Translation: Is bitcoin a crappy payment system? Hey, look over at that shiny thing in the corner. Isn't it shiny? Did we mention bitcoin is decentralized and the blockchain is immutable? We've already shown that blockchain isn't better, and being de-centralized isn't better. So if that's the best argument, which isn't really an argument at all, just a distraction, that's sad. Even I could come up with a better argument than a Red Herring.
Bitcoin optimizes its limited capacity for settling transactions that aren’t well served by traditional rails.
Anyone know what "transactions" exclusively fit Fidelity's description? Anyone? Buehler? Yes, that's right, you got it: Criminal transactions, money laundering, drug deals, ransom payments, etc.
Criticism #3: Bitcoin is wasteful. Response: A substantial portion of bitcoin mining is powered by renewable energy or energy that would otherwise be wasted. Additionally the energy the Bitcoin network does consume is a valid and important use of resources.
This is an unstated major premise. Argument from anonymous authority. Where's the evidence that this energy would be wasted if it weren't spent on mining? This is another common myth that is going around. Second, even if the energy were "free", it could be better spent on something than mining, which wastes tremendous amounts of energy and creates nothing useful. Most power plants scale their energy generation based on demand, and even renewable energy sources have ways to not waste energy that isn't needed at that time. This argument is completely false. Note that any example Fidelity may cite of mining operations using unused energy resources is not in any way representative of the even a sizeable portion of the mining pool's energy consumption. The exception doesn't prove the rule. A picture of a mining rig with a gas flare in the distance is not evidence that rig is using energy that would otherwise be wasted. Ultimately, "hey it would be wasted anyway" is the absolute worst argument ever. That's basically a justification for the Tragedy of the Commons.
Criticism #4: Bitcoin is used for illicit activity. Response: Bitcoin, like cash or the internet, is neutral and has properties that may be valuable to good actors and bad actors. However, as a share of total transactions, Bitcoin transactions connected to illicit activity are very low.
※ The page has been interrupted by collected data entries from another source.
// How much an animal of each class counts.
import type { SpecPath } from '../spec/document.ts';
import { classIndex, classMask, type Context } from './context.ts';

export type CountedSpec = Readonly<Record<string, number>> | readonly string[] | 'all';

/** By class: 1 for each of a list, or the weights that are written; 0 for all others. */
export function classWeights(context: Context, counted: CountedSpec, path: SpecPath): Float64Array {
  if (counted === 'all' || isList(counted)) return Float64Array.from(classMask(context, counted, path));
  const weights = new Float64Array(context.classes.length);
  for (const [name, weight] of Object.entries(counted)) {
    const c = classIndex(context, name, [...path, name]);
    if (c >= 0) weights[c] = weight;
  }
  return weights;
}

function isList(counted: CountedSpec): counted is readonly string[] {
  return Array.isArray(counted);
}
Notice they didn't actually refute this point. They just sidestepped it. We know for a fact that a huge percentage of crypto transactions are wash trades. Even if you just count those transactions, it would probably account for the majority. At this time, because there may be more market speculation transactions than drug deal transactions, doesn't mean the activity is not "illicit." Any exchange that ever disappeared, was most likely engaged primarily in illicit transactions. Is bitcoin "neutral?" That's hard to say. It lends itself to criminal transactions much more easily than alternative methods, especially when it comes to stealing peoples' value. One thing Bitcoin does that's unique, is it allows someone to steal their bitcoin from thousands of miles away without them even knowing. That is one feature that's a lot harder to do with virtually every other monetary/value system. So given that unique attribute, I think their claim it's not "used for illicit activity" is bullshit. It's not only used for illicit acitvity. It's uniquely designed to be particularly efficient at it.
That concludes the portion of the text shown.